ElementWiseDivide usually has poor performance compared to ElementWiseMultiply

Try replacing ElementWiseDivide with ElementWiseMultiply using the reciprocal value to get better performance

Eltwise_Binary

input_1:[1, 52, 52, 6], input_2:[1]

output_1:[1, 52, 52, 6]

{‘eltwise_type’: ‘ElementWiseDivide’}

[‘previous_layer_name’]

[‘next_layer_name1’, ‘next_layer_name2’]

Done

ElementWiseDivide has been replaced by ElementWiseMultiply using the reciprocal value

2

Layer_name_2

The number of channels in the input/output tensor of this convolution is low (smaller than 32).

Try increasing the number of channels in the input/output tensor to 32 or greater to get better performance.

Conv2d

input_3:[1, 250, 250, 3], __param_1:[5, 5, 3, 32], convolution_1_bias:[32]

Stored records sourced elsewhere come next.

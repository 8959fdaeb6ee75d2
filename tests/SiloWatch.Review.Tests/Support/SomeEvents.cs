using SiloWatch.Storage;

namespace SiloWatch.Review.Tests.Support;

/// <summary>
/// Invented discharge events for the review tests (the demo plant's site and silo names; numbers made up):
/// a silo of six axial gauges at 60° spacing whose load rises toward <c>directionDeg</c>.
/// </summary>
public static class SomeEvents
{
    public const long StartMs = 1_773_176_400_000; // 2026-03-10T21:00:00Z

    public static readonly double[] Angles = [0, 60, 120, 180, 240, 300];

    public static IReadOnlyList<CaptureChannel> Channels()
    {
        var channels = new List<CaptureChannel>
        {
            new("mass_kg", CaptureChannelKind.Mass, "kg"),
            new("rate_kg_s", CaptureChannelKind.Rate, "kg/s"),
        };
        channels.AddRange(Angles.Select((a, k) => new CaptureChannel($"strain_micro:R1-{k:000}", CaptureChannelKind.Strain, "microstrain", $"R1-{k:000}", "R1", a)));
        channels.AddRange(Angles.Select((a, k) => new CaptureChannel($"temperature_c:R1-{k:000}", CaptureChannelKind.Temperature, "degC", $"R1-{k:000}", "R1", a)));
        channels.Add(new CaptureChannel("a1_ratio:R1", CaptureChannelKind.RingA1Ratio, "ratio", Ring: "R1"));
        channels.Add(new CaptureChannel("a1_direction_deg:R1", CaptureChannelKind.RingDirection, "deg", Ring: "R1"));
        channels.Add(new CaptureChannel("mean_force_kn_m:R1", CaptureChannelKind.RingMeanForce, "kN/m", Ring: "R1"));
        return channels;
    }

    /// <summary>A 30 min discharge of 90 t with one-second frames from 60 s before to 60 s after.</summary>
    public static ReviewedEvent Eccentric(double directionDeg = 300, int frames = 1920)
    {
        var channels = Channels();
        var durationS = 1800.0;
        var list = new List<CaptureFrame>();
        for (var i = 0; i < frames; i++)
        {
            var t = -60 + (i * (durationS + 120) / frames);
            var flowing = t is >= 0 and <= 1800;
            var done = Math.Clamp(t / durationS, 0, 1);
            var values = new List<float> { (float)(400_000 - (90_000 * done)), flowing ? -50f : 0f };
            var a1 = flowing ? (float)(0.13 * Math.Sin(Math.PI * done)) : float.NaN;
            values.AddRange(Angles.Select(a => (float)(-80 - (flowing ? 12 * Math.Cos((a - directionDeg) * Math.PI / 180) * Math.Sin(Math.PI * done) : 0))));
            values.AddRange(Angles.Select(a => (float)(6 + (0.5 * Math.Cos(a * Math.PI / 180)))));
            values.Add(a1);
            values.Add(flowing ? (float)directionDeg : float.NaN);
            values.Add((float)(95 - (20 * done)));
            list.Add(new CaptureFrame(StartMs + (long)(t * 1000), [.. values]));
        }

        var capture = new EventCapture("brackenford", "S1", 1000, 0, channels, list);
        var peakMs = StartMs + 900_000;
        var harmonics = new[]
        {
            new PatternHarmonic(0, 1.5, 0, 1.5, 0),
            new PatternHarmonic(1, 12 * Math.Cos(directionDeg * Math.PI / 180), 12 * Math.Sin(directionDeg * Math.PI / 180), 12, directionDeg),
            new PatternHarmonic(2, 1.0, -0.5, Math.Sqrt(1.25), 166.7),
        };
        var gauges = Angles.Select((a, k) => new GaugeChange($"R1-{k:000}", a, k == 4 ? null : PatternHarmonic.Evaluate(harmonics, a) + 0.4)).ToArray();
        var ring = new RingEventDetails("R1", "axial", 1.5, 6, 104.2, peakMs, 120.3, 88.0, 0.93, 0.131, directionDeg, 0.021, 1.12,
            new RingPattern(peakMs, 0.131, directionDeg, harmonics, gauges));
        var hoop = new RingEventDetails("R2", "hoop", 6.0, 6, 95.1, peakMs - 60_000, 101.7, 80.2, 0.95, 0.052, 41, 0.011, 1.05, null);
        var profile = Enumerable.Range(0, 37).Select(i => i * 0.5)
            .Select(h => new ExpectedWallPoint(h, 18 - h, 9 * (18 - h), 9.9 * (18 - h), 5.5 * Math.Sqrt(18 - h) * 3, 6.3 * Math.Sqrt(18 - h) * 3)).ToArray();
        var details = new DischargeEventDetails(DischargeEventDetails.CurrentFormat, "silowatch-0", "Wheat silo 1 (east row)", "wheat", 310_000, durationS,
            list[0].TimestampMs, list[^1].TimestampMs, new DischargeFactors(1.15, 1.10, "EN 1991-4 §5.2.2 [M?] (test value)"), [ring, hoop],
            [new EventAlarm("brackenford/S1/asymmetry-a1-R1", 2, StartMs + 600_000, 0.131, 0.10, "acknowledged", "Silo S1: uneven axial wall load at ring R1 during discharge. Never enter the silo.")],
            new EventDataQuality(12_000, 0.97, 0.02, 0.01, 0.0, 1.0, 0.0, [new SensorFault("R1-004", 200, 120, "stuck")]),
            profile, ["test event"]);
        var record = new DischargeEventRecord
        {
            Id = 7,
            SiteId = "brackenford",
            SiloId = "S1",
            StartedMs = StartMs,
            EndedMs = StartMs + (long)(durationS * 1000),
            MassAtStartKg = 400_000,
            MassOutKg = 90_000,
            MeanRateKgPerS = 50,
            PeakRateKgPerS = 53.5,
            MaxAsymmetryRatio = 0.131,
            AsymmetryDirectionDeg = directionDeg,
            MaxA2Ratio = 0.021,
            MaxPeakOverMean = 1.12,
            MaxMeasuredOverExpected = 0.95,
            HighestPriority = 2,
            AlarmsRaised = 1,
            DetailsJson = details.ToJson(),
        };
        return new ReviewedEvent(record, details, capture);
    }
}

output_2:[1, 123, 123, 32]

{‘dilation’:’[1, 1]’, ‘group’:1, ‘pad_amount’:’[[1, 1], [1, 1]]’, ‘stride’: ‘[1, 1]’}

[‘previous_layer_name’]

[‘next_layer_name1’, ‘next_layer_name2’]

N/A

N/A

How to read the example output csv?
Row 1: The issue is on the layer with name “Layer_name_1”. It has element wise divide which gives a poor performance as compared to elementwise multipy. After invoking architecture checker with “–modify apply=elwisediv”, the modifications have been successfully applied i.e. the element wise divide is replaced by element wise multiply with a reciprocal value. This information is available in the Modification and Modification_info columns.
Row 2: The issue is on the layer with name “Layer_name_2”. The number of channels of the input tensor is less than 32. Its recommended to increase the number of channels to 32 or greater for better performance. For this issue, the modification through the tool is not applicable hence the Modification and Modification_info columns are N/A.
After modifying the model, the above run will generate updated model along with the csv output. Running the Architecture Checker on the updated model will no longer show the element wise divide issue on Layer_name_1.

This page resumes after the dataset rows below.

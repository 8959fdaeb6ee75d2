using System.Buffers;
using System.Globalization;
using System.Text.Json;

namespace SiloWatch.Simulator.Messages;

/// <summary>One value of one sensor inside a message; <see cref="Timestamp"/> set only when it differs from the batch's.</summary>
public sealed record SampleValue(string Sensor, double Value, string Unit, DateTimeOffset? Timestamp = null);

/// <summary>
/// One MQTT telemetry message of the service's contract: a batch of one silo's samples on
/// {prefix}/v1/telemetry/{site}/{silo} with the publisher id and a per-publisher, per-silo seq.
/// </summary>
public sealed record TelemetryMessage(string Site, string Silo, string Publisher, long Seq, DateTimeOffset Timestamp, IReadOnlyList<SampleValue> Samples)
{
    public string Topic(string prefix) => $"{prefix}/v1/telemetry/{Site}/{Silo}";

    /// <summary>ISO-8601 UTC with milliseconds, as the contract shows it.</summary>
    public static string FormatTimestamp(DateTimeOffset t) =>
        t.UtcDateTime.ToString("yyyy-MM-dd'T'HH:mm:ss.fff'Z'", CultureInfo.InvariantCulture);

    /// <summary>The UTF-8 JSON payload: {"pub","seq","ts","samples":[{"sensor","value","unit"[,"ts"]}]}.</summary>
    public byte[] ToPayload()
    {
        var buffer = new ArrayBufferWriter<byte>(64 + (Samples.Count * 56));
        using (var w = new Utf8JsonWriter(buffer))
        {
            w.WriteStartObject();
            w.WriteString("pub", Publisher);
            w.WriteNumber("seq", Seq);
            w.WriteString("ts", FormatTimestamp(Timestamp));
            w.WriteStartArray("samples");
            foreach (var s in Samples)
            {
                w.WriteStartObject();
                w.WriteString("sensor", s.Sensor);
                if (s.Timestamp is { } own)
                {
                    w.WriteString("ts", FormatTimestamp(own));
                }

                w.WriteNumber("value", s.Value);
                w.WriteString("unit", s.Unit);
                w.WriteEndObject();
            }

            w.WriteEndArray();
            w.WriteEndObject();
        }

        return buffer.WrittenSpan.ToArray();
    }
}
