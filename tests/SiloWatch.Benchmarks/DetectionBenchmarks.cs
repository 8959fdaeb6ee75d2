using System.Diagnostics;
using System.Globalization;
using SiloWatch.Mechanics;
using SiloWatch.Messaging;
using SiloWatch.Monitoring;
using SiloWatch.Monitoring.Alarms;
using SiloWatch.Monitoring.Wall;
using SiloWatch.Plant;
using SiloWatch.Simulator.Materials;
using SiloWatch.Simulator.Model;
using SiloWatch.Simulator.Output;
using SiloWatch.Simulator.Scenarios;

namespace SiloWatch.Benchmarks;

Following are the commands to invoke Architecture Checker with Modifier to display list of modifications:

Sample Command

snpe-architecture-checker --input_dlc ./model.dlc
               --output_path ./archCheckerOutput
               --modify

Sample Command

snpe-architecture-checker --input_dlc ./model.dlc
               --output_path ./archCheckerOutput
               --modify show

Following are the commands to apply the modifications either on all possible modifications or specific rules:

Sample Command

snpe-architecture-checker --input_dlc ./model.dlc
               --output_path ./archCheckerOutput
               --modify all

Sample Command

snpe-architecture-checker --input_dlc ./model.dlc
               --output_path ./archCheckerOutput
               --modify apply=prelu,elwisediv
Note:
The Architecture Checker with modifier is an enchancement to help visualize the changes that can be applied on the model to better fit it on the HTP. To see the actual performance improvements, the model may require retraining/redesigning.